US 11,836,175 B1
Systems and methods for semantic search via focused summarizations
Itzik Malkiel, Ramat Gan (IL); Noam Koenigstein, Tel Aviv (IL); Oren Barkan, Tel Aviv (IL); Jonathan Ephrath, Tel Aviv (IL); Yonathan Weill, Tel Aviv (IL); and Nir Nice, Tel Aviv (IL)
Assigned to MICROSOFT TECHNOLOGY LICENSING, LLC, Redmond, WA (US)
Filed by Microsoft Technology Licensing, LLC, Redmond, WA (US)
Filed on Jun. 29, 2022, as Appl. No. 17/853,273.
Int. Cl. G06F 16/30 (2019.01); G06F 16/33 (2019.01); G06F 16/34 (2019.01)

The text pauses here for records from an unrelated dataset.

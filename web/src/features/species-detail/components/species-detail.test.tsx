import { screen, waitFor, within } from '@testing-library/react';
import { describe, expect, it } from 'vitest';
import { apiError } from '../../../testing/fake-api.js';
import { renderApp } from '../../../testing/render-app.js';
import { butterflyMilkweedRecord } from '../testing/species-record.js';

function openDetail(path = '/species/asclepias-tuberosa') {
  return renderApp({ path, api: { 'GET /api/species/asclepias-tuberosa': { body: butterflyMilkweedRecord } } });
}

const section = (name: string) => screen.getByRole('region', { name });
/** The first render loads the page's lazy chunk; under a busy parallel test run that can pass 1 s. */
const FIRST_PAINT = { timeout: 5000 };

// Every value below is in species-data/species/asclepias-tuberosa.json; short citations are the
// keys of species-data/sources.json.
describe('species page', () => {
  it('shows the names, the drawn placeholder and the one primary action', async () => {
    openDetail();
    expect(
      await screen.findByRole('heading', { level: 1, name: 'Butterfly milkweed' }, FIRST_PAINT),
    ).toBeInTheDocument();
    expect(screen.getByText('Asclepias tuberosa')).toBeInTheDocument();
    expect(screen.getByText('butterfly weed, orange milkweed')).toBeInTheDocument();
    expect(screen.getByText('Asclepias decumbens')).toBeInTheDocument();
    expect(screen.getByText('ASTU')).toBeInTheDocument();
    expect(screen.getByRole('img', { name: 'Drawing of a flowering plant with orange flowers' })).toBeInTheDocument();
    expect(screen.getByRole('img', { name: 'Blooms Jun–Aug; orange flowers' })).toBeInTheDocument();
    expect(screen.getByRole('link', { name: 'Make fact card' })).toHaveAttribute(
      'href',
      '/cards-and-labels?species=asclepias-tuberosa',
    );
    // The title is set in an effect after the heading paints; on a busy machine that is a tick later.
    await waitFor(() => expect(document.title).toBe('Butterfly milkweed · Homeground'));
  });

  it('puts the cautions up front with their sources and the noxious-weed reminder', async () => {
    openDetail();
    await screen.findByRole('heading', { level: 1 }, FIRST_PAINT);
    const cautions = section('Cautions');
    expect(within(cautions).getByText(/Milky sap can injure the eye/)).toBeInTheDocument();
    expect(within(cautions).getByText('Source: UF/IFAS Extension 2019')).toBeInTheDocument();
    expect(within(cautions).getByText(/Tropical milkweed/)).toBeInTheDocument();
    expect(within(cautions).getByText(/check your state's noxious-weed list/)).toBeInTheDocument();
  });

  it('explains germination in plain words, with depth in mm and inches and the methods that suit it', async () => {
    openDetail();
    await screen.findByRole('heading', { level: 1 }, FIRST_PAINT);
    const seed = section('Growing from seed');
    expect(within(seed).getByText('Cold-moist stratification, 30 days')).toBeInTheDocument();
    expect(within(seed).getByText(/refrigerator, not the freezer, for 30 days/)).toBeInTheDocument();
    expect(within(seed).getByText(/Chill damp, never dry/)).toBeInTheDocument();
    expect(within(seed).getByText('Sow 6 mm (¼ in) deep.')).toBeInTheDocument();
    expect(
      within(seed).getByText(/about 60% after treatment; there are about 70,000 seeds in a pound \(154 per gram\)/),
    ).toBeInTheDocument();
    expect(within(seed).getByText('Winter sowing in covered containers').parentElement).toHaveTextContent('suits it');
    expect(within(seed).getByText('Soil blocks').parentElement).toHaveTextContent('not the best way');
    expect(
      within(seed).getByText(/Borders & Lee-Mäder 2014 \(Xerces Society\) \(seed treatment\)/),
    ).toBeInTheDocument();
  });

  it('gives wildlife value with its citation, sizes in both units and the native range', async () => {
    openDetail();
    await screen.findByRole('heading', { level: 1 }, FIRST_PAINT);
    expect(
      within(section('Wildlife value')).getByText(
        'Hosts the caterpillars of a few moths and butterflies — Tallamy & Shropshire 2009.',
      ),
    ).toBeInTheDocument();
    expect(within(section('Wildlife value')).getByText(/Monarch host plant/)).toBeInTheDocument();
    const size = section('Size and habit');
    expect(within(size).getByText('12–30 in (30–75 cm)')).toBeInTheDocument();
    expect(within(size).getByText(/a curator’s recall, not yet checked/)).toBeInTheDocument();
    expect(
      within(section('Native range')).getByText(/Native to 42 of the 48 conterminous states and DC/),
    ).toBeInTheDocument();
    expect(within(section('Native range')).getByText(/Wisconsin/)).toBeInTheDocument();
  });

  it('says plainly when the catalogue has no such species', async () => {
    renderApp({
      path: '/species/no-such-plant',
      api: { 'GET /api/species/no-such-plant': apiError(404, 'No species "no-such-plant" in the catalogue.') },
    });
    expect(
      await screen.findByRole('heading', { level: 1, name: 'Species not found' }, FIRST_PAINT),
    ).toBeInTheDocument();
    expect(screen.getByRole('link', { name: 'Search all species' })).toHaveAttribute('href', '/species');
  });

  it('explains other failures in words and retries', async () => {
    const { user, api } = renderApp({
      path: '/species/asclepias-tuberosa',
      api: { 'GET /api/species/asclepias-tuberosa': apiError(503, 'The catalogue is being updated') },
    });
    const alert = await screen.findByRole('alert', {}, FIRST_PAINT);
    expect(alert).toHaveTextContent('This species did not load.');
    await user.click(within(alert).getByRole('button', { name: 'Try again' }));
    expect(api.callsTo('GET', '/api/species/asclepias-tuberosa').length).toBeGreaterThanOrEqual(2);
  });
});

// Spanish words: this project's catalogues (locales/es/detail.ts) and the shared Spanish word tables
// (shared/src/vocabulary/locale/spanish-words.ts), from-memory. The common name stays English with the
// scientific name: the catalogue has no published Spanish name for butterfly milkweed.
describe('species page in Spanish', () => {
  it('says the facts and cautions in Spanish and keeps the English common name with the scientific one', async () => {
    renderApp({
      path: '/species/asclepias-tuberosa',
      locale: 'es',
      api: { 'GET /api/species/asclepias-tuberosa': { body: butterflyMilkweedRecord } },
    });
    expect(
      await screen.findByRole('heading', { level: 1, name: 'Butterfly milkweed' }, FIRST_PAINT),
    ).toBeInTheDocument();
    expect(screen.getByText('Asclepias tuberosa')).toBeInTheDocument();
    expect(screen.getByRole('img', { name: 'Florece jun–ago; flores de color naranja' })).toBeInTheDocument();
    const cautions = section('Precauciones');
    expect(within(cautions).getByText('Savia irritante.')).toBeInTheDocument();
    expect(cautions).toHaveTextContent('Su savia puede irritar la piel y los ojos.');
    expect(within(section('Dónde crece')).getByText('Pleno sol o media sombra')).toBeInTheDocument();
    expect(screen.getByRole('link', { name: 'Hacer la ficha' })).toBeInTheDocument();
  });
});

CPC G06F 16/3347 (2019.01) [G06F 16/345 (2019.01)] 20 Claims
OG exemplary drawing
 
1. A system, comprising:
at least one processor circuit; and
at least one memory that stores program code that, when executed by the at least one processor circuit, performs operations, the operations comprising:
receiving a search query for a first text-based content item in a data set comprising a first plurality of text-based content items;
obtaining a first feature vector representative of the search query;
determining a respective semantic similarity score between the first feature vector and each of a plurality of second feature vectors generated by a transformer-based machine learning model, each of the second feature vectors representative of a machine-generated summarization of a respective first text-based content item of the first plurality of text-based content items, the machine-generated summarization comprising a first plurality of multi-word fragments that are selected from the respective first text-based content item, each machine-generated summarization generated by:
extracting a second plurality of multi-word fragments of text from the respective first text-based content item;
determining importance scores for the second plurality of multi-word fragments based on a similarity matrix;
ranking the second plurality of multi-word fragments based on the importance scores;
selecting a subset of multi-word fragments from the second plurality of multi-word fragments having an N highest importance scores; and
generating the summarization based on sorting the subset; and
providing a search result comprising a subset of the first plurality of text-based content items associated with a respective second feature vector having a semantic similarity score that has a predetermined relationship with a predetermined threshold value.